For a vector function \(\vec{r}:I\to \mathbb{R}^3\text{,}\) \(\vec{r}(t)=(f(t),g(t),h(t))\text{,}\) we define the limit of \(\vec{r}(t)\) when \(t \) tends to \(a \in \overline{I}\)³ as:

\begin{equation*} \lim_{t \to a} \vec{r}(t) = \left(\lim_{t \to a} f(t), \lim_{t \to a} g(t), \lim_{t \to a} h(t) \right), \end{equation*}

if the real functions have limits at \(a\text{.}\)

The limit could, in principle, be calculated in points of the boundary do the domain of \(\vec{r}\text{,}\) which is denoted by \(\overline{I}\text{.}\)

Example 1.5.

If \(\vec{r}(t)=(1+t^3)\vec{i} + te^{-t}\vec{j}+\frac{\sin(t)}{t}\vec{k}\) then

\begin{align*} \lim_{t \to 0} \vec{r}(t) =\amp \lim_{t \to 0}(1+t^3)\vec{i} + \lim_{t \to 0}te^{-t}\vec{j}+\lim_{t \to 0}\frac{\sin(t)}{t}\vec{k}\\ =\amp \vec{i} +\vec{k}. \end{align*}

Remark 1.6.

Instead of defining everything from scratch for vector functions, we prefer to build upon the knowledge of single variable calculus.
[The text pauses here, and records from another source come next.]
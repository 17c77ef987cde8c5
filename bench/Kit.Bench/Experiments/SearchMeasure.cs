using System.Diagnostics;
using System.Globalization;
using Kit.Data;
using Kit.Experiments;
using Kit.Tests.Experiments;

namespace Kit.Bench.Experiments;

/// <summary>
/// `search-<set>`: what one `kit compare --search 12 --budget 10m` reaches on each WordNet 3.0 set (Miller 1995;
/// Fellbaum 1998; Debian wordnet-base, /usr/share/wordnet or KIT_WORDNET_DIR) against the linear n-gram baseline
/// of the same run, and its wall time. Compare's defaults otherwise (8 epochs, one holdout split), every core.
/// The sets are read by the tests' own loader (WordNetSets, linked in), so bench and tests train on the same rows.
/// lemmas: single-word lemmas with one part of speech, character tokens; glosses: non-instance synset glosses with
/// one part of speech, word tokens. KIT_BENCH_SEARCH_BUDGET (e.g. 30s) and KIT_BENCH_SEARCH_SAMPLE (rows) shrink
/// the run for a smoke test; the figures then say so.
/// </summary>
public sealed class SearchMeasure : IMeasure
{
    static readonly string[] Sets = ["lemmas", "glosses"];

    public IReadOnlyList<string> Ids { get; } =
        Sets.SelectMany(s => new[] { $"search-{s}-accuracy", $"search-{s}-vs-linear", $"search-{s}-wall-s" }).ToArray();

    public IEnumerable<Figure> Run()
    {
        if (WordNetSets.Folder() is not { } dir)
        {
            Console.Error.WriteLine($"search-*: WordNet 3.0 not found ({WordNetSets.Install}); no figures");
            yield break;
        }
        string budgetText = Environment.GetEnvironmentVariable("KIT_BENCH_SEARCH_BUDGET") is { Length: > 0 } b ? b : "10m";
        int? sample = int.TryParse(Environment.GetEnvironmentVariable("KIT_BENCH_SEARCH_SAMPLE"), out int n) ? n : null;
        var budget = SuccessiveHalving.ParseBudget(budgetText);
        string work = Path.Combine(Path.GetTempPath(), "kit-bench-search-" + Environment.ProcessId);
        Directory.CreateDirectory(work);
        try
        {
            foreach (var set in Sets)
            {
                bool lemmas = set == "lemmas";
                string csv = Path.Combine(work, $"wordnet-{set}.csv");
                WordNetSets.WriteCsv(lemmas ? WordNetSets.Lemmas(dir) : WordNetSets.Glosses(dir), csv, dir);
                var spec = RunSettings.Defaults with
                {
                    DataPath = csv, Tokenizer = lemmas ? TokenizerKind.Character : TokenizerKind.Word, SampleRows = sample,
                };
                var settings = new SearchSettings { Configs = 12, Budget = budget };
                var clock = Stopwatch.StartNew();
                var sweep = Sweep.Prepare(SearchRunner.Plan(spec, settings));
                var outcome = SearchRunner.Run(sweep, settings, Path.Combine(work, set));
                double wall = clock.Elapsed.TotalSeconds;
                var records = ResultsStore.Read(Path.Combine(work, set)).Records;
                var chosen = records.Single(r => r.Config == outcome.Choice.Configs[0]);
                var linear = records.Single(r => r.Config == SweepConfig.LinearBaselineName);
                string how = string.Create(CultureInfo.InvariantCulture,
                    $"WordNet {set}{(sample is int s ? $" (sample of {s} rows)" : "")}, --search 12 --budget {budgetText}: picked {chosen.Config} " +
                    $"(validation {chosen.ValidationAccuracy:P2}); linear baseline test {linear.Accuracy:P2}; " +
                    $"{(outcome.Stop is null ? "all rungs ran" : "budget cut before rung " + outcome.Stop.Rung)}; {records.Count} runs");
                yield return new Figure($"search-{set}-accuracy", 100 * chosen.Accuracy, "%", "≥ linear baseline", how);
                yield return new Figure($"search-{set}-vs-linear", 100 * (chosen.Accuracy - linear.Accuracy), "points", "≥ 0 (within noise)", how);
                yield return new Figure($"search-{set}-wall-s", wall, "s", $"≤ budget ({budget.TotalSeconds:F0} s) plus the first rung's overrun", how);
            }
        }
        finally
        {
            Directory.Delete(work, recursive: true);
        }
    }
}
This might be an adequate viewpoint for who is interested in applications.

Definition 1.7.

The vector function \(\vec{r}:I\to \mathbb{R}^3\text{,}\) is continuous at \(a \in I\) if, and only if:

\begin{equation*} \lim_{t \to a} \vec{r}(t) = \vec{r}(a). \end{equation*}

Theorem 1.8.

The vector function \(\vec{r}:I\to \mathbb{R}^3\text{,}\) \(\vec{r}(t)=(f(t),g(t),h(t))\text{,}\) is continuous at \(a \in I\) if, and only if, \(f(t)\text{,}\) \(g(t)\) e \(h(t)\) are continuous at \(a\text{.}\)

Proof.

(\(\Longrightarrow\)) If \(\vec{r}\) is continuous at \(a\text{,}\) we have that

\begin{align*} \left(\lim_{t \to a} f(t), \lim_{t \to a} g(t), \lim_{t \to a} h(t) \right) =\amp \lim_{t \to a} \vec{r}(t) = \vec{r}(a)\\ =\amp \left(f(a), g(a), h(a) \right) \end{align*}

and \(f(t)\text{,}\) \(g(t)\) and \(h(t)\) are continuous at \(a\text{.}\)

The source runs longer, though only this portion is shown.